Wang Ning, Gao Ying, Zhang Xuefeng
IEEE Trans Neural Netw Learn Syst. 2021 Dec;32(12):5456-5467. doi: 10.1109/TNNLS.2021.3056444. Epub 2021 Nov 30.
An unmanned surface vehicle (USV) under complicated marine environments can hardly be modeled well such that model-based optimal control approaches become infeasible. In this article, a self-learning-based model-free solution only using input-output signals of the USV is innovatively provided. To this end, a data-driven performance-prescribed reinforcement learning control (DPRLC) scheme is created to pursue control optimality and prescribed tracking accuracy simultaneously. By devising state transformation with prescribed performance, constrained tracking errors are substantially converted into constraint-free stabilization of tracking errors with unknown dynamics. Reinforcement learning paradigm using neural network-based actor-critic learning framework is further deployed to directly optimize controller synthesis deduced from the Bellman error formulation such that transformed tracking errors evolve a data-driven optimal controller. Theoretical analysis eventually ensures that the entire DPRLC scheme can guarantee prescribed tracking accuracy, subject to optimal cost. Both simulations and virtual-reality experiments demonstrate the remarkable effectiveness and superiority of the proposed DPRLC scheme.

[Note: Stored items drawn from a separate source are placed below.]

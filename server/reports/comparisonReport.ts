import { formatQuantity, formatUtc } from '../../shared/reports/formatQuantity';
import { REPORT_COLOURS as C } from '../../shared/reports/palette';
import { COMPARISON_ROWS } from '../../shared/reports/quantityRows';
import { formatPercent, formatSI } from '../../shared/units';
import type { ComparisonReportData } from './comparisonReportData';
import { finishWithin } from './finishWithin';
import { drawTimePlot } from './pdf/pdfPlot';
import { drawTable, type TableCell } from './pdf/pdfTable';
import { ReportWriter } from './pdf/ReportWriter';
import { warningsSection } from './sections/notesSections';
import { reportHeader } from './sections/reportHeader';

/** The side-by-side table: each capture's value, and below it its difference to the first capture. */
function sideBySide(d: ComparisonReportData): TableCell[][] {
  return COMPARISON_ROWS.map((r) => {
    const values = d.items.map((it) => r.get(it.analysis));
    const base = values[0];
    return [
      r.label,
      ...values.map((v, k) => {
        const unit = d.items[k].channel.unit;
        const value = formatQuantity(r.kind, v, unit);
        if (k === 0 || v === null || base === null) return value;
        const pct = base !== 0 ? formatPercent((100 * (v - base)) / Math.abs(base), 1) : '—';
        return `${value}\n${formatQuantity(r.kind, v - base, unit)} (${pct})`;
      }),
    ];
  });
}

/** A saved comparison's report as PDF: who and when, the overlay, the side-by-side table with differences, warnings and the safety cautions. */
export async function renderComparisonReport(d: ComparisonReportData): Promise<Buffer> {
  const title = d.author.options.title || `Comparison report: ${d.comparison.name}`;
  const preparedBy = [d.author.options.preparedBy || d.author.preparedBy, d.author.options.company].filter(Boolean).join(', ');
  const w = new ReportWriter({ title, subject: `The comparison “${d.comparison.name}”`, author: preparedBy, footer: `Crestline · ${d.comparison.name.slice(0, 70)} · generated ${formatUtc(d.generatedAt)}` });
  const align = d.comparison.settings.align === 'zeroCrossing' ? 'first rising zero crossing' : 'trigger';
  return finishWithin(w, [
    () =>
      reportHeader(w, 'Comparison report', title, [
        ['Comparison', d.comparison.name],
        ['Saved', `${d.comparison.createdBy ? `by ${d.comparison.createdBy.name}, ` : ''}${formatUtc(d.comparison.createdAt)}`],
        ...d.items.map((it, k): [string, string] => [`Capture ${k + 1}`, `${it.capture.name} · channel ${it.channel.name} (${it.channel.unit || 'no unit'}) · ${it.projectName ?? '—'} · ${formatSI(it.capture.sampleRate, 'Hz', 4).replace('Hz', 'S/s')}, ${formatSI(it.capture.durationS, 's', 4)}`]),
        ['Prepared by', preparedBy],
        ['Generated', formatUtc(d.generatedAt)],
      ], d.author.options),
    () => {
      w.heading('Overlay');
      w.paragraph(`Three cycles of each capture from its ${align}, on one time axis. The axis is in the first capture's unit (${d.items[0].channel.unit || 'no unit'}).`, { size: 8.5, color: C.muted });
      w.block(260, (box) =>
        drawTimePlot(w, box, { traces: d.overlay.traces, xRange: [0, d.overlay.spanS], xLabel: `Time from the ${align} (s)`, yLabel: d.items[0].channel.unit || 'value', yUnit: d.items[0].channel.unit }),
      );
    },
    () => {
      w.heading('Side by side');
      w.paragraph('Below each value after the first: its difference to the first capture, and that difference in % of the first.', { size: 8.5, color: C.muted });
      drawTable(w, [{ header: 'Quantity', share: 1.8 }, ...d.items.map((it) => ({ header: it.capture.name, share: 1.5, align: 'right' as const }))], sideBySide(d));
    },
    () => warningsSection(w, d.items.map((it) => ({ ...it.channel, name: `${it.capture.name} · ${it.channel.name}` })), d.items.map((it) => it.analysis)),
  ]);
}
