/**
 * Writes the invented waveform captures in fixtures/waveforms/ (the same ones the demo project holds)
 * and their manifest of expected values. Run with `npx tsx scripts/make-fixtures.ts`; the output is
 * committed, so tests do not depend on running it.
 */
import { mkdirSync, writeFileSync } from 'node:fs';
import { demoCaptures, demoCsv } from '../server/demo/demoWaveforms';

const dir = 'fixtures/waveforms';
mkdirSync(dir, { recursive: true });
for (const c of demoCaptures()) writeFileSync(`${dir}/${c.file}`, demoCsv(c));
console.log(`wrote ${demoCaptures().length} captures to ${dir}`);
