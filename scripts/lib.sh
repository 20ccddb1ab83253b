# Shared by the start, dev, test and bench scripts: make sure what Crestline needs is installed.
export PATH="$PATH:/usr/sbin:/usr/local/sbin"

# npm packages, from the lock file, when node_modules is missing or older than the lock.
ensure_node_modules() {
  if [ ! -d node_modules ] || [ package-lock.json -nt node_modules/.package-lock.json ]; then
    echo "Installing npm packages..."
    npm ci --no-audit --no-fund --loglevel=error
  fi
}

# A Debian package, installed when the command it provides is missing.
ensure_apt() {
  local command=$1 package=$2
  if ! command -v "$command" >/dev/null 2>&1; then
    echo "Installing $package from Debian's packages..."
    export DEBIAN_FRONTEND=noninteractive
    apt-get update -qq >/dev/null
    apt-get install -y -qq "$package" >/dev/null
  fi
}
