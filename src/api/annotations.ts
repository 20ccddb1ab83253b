import type { Annotation, Comment, CreateAnnotationRequest, UpdateAnnotationRequest } from '../../shared/schemas/annotation';
import { api } from './http';

export const listAnnotations = (captureId: number) => api<{ items: Annotation[] }>('GET', `/captures/${captureId}/annotations`);
export const createAnnotation = (captureId: number, req: Partial<CreateAnnotationRequest> & { startS: number; endS: number; label: string }) =>
  api<Annotation>('POST', `/captures/${captureId}/annotations`, req);
export const updateAnnotation = (id: number, req: UpdateAnnotationRequest) => api<Annotation>('PATCH', `/annotations/${id}`, req);
export const deleteAnnotation = (id: number) => api<void>('DELETE', `/annotations/${id}`);
export const listComments = (captureId: number) => api<{ items: Comment[] }>('GET', `/captures/${captureId}/comments`);
export const addComment = (captureId: number, body: string) => api<Comment>('POST', `/captures/${captureId}/comments`, { body });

在复杂海洋环境下的无人水面航行器(USV)很难得到很好的建模,以至于基于模型的最优控制方法变得不可行。在本文中,创新性地提出了一种仅使用无人水面航行器输入输出信号的基于自学习的无模型解决方案。为此,创建了一种数据驱动的性能规定强化学习控制(DPRLC)方案,以同时追求控制最优性和规定的跟踪精度。通过设计具有规定性能的状态变换,将受约束的跟踪误差大幅转化为具有未知动态特性的跟踪误差的无约束稳定。进一步采用基于神经网络的演员-评论家学习框架的强化学习范式,直接优化从贝尔曼误差公式推导的控制器综合,从而使变换后的跟踪误差产生一个数据驱动的最优控制器。理论分析最终确保整个DPRLC方案能够在最优成本的前提下保证规定的跟踪精度。仿真和虚拟现实实验均证明了所提出的DPRLC方案具有显著的有效性和优越性。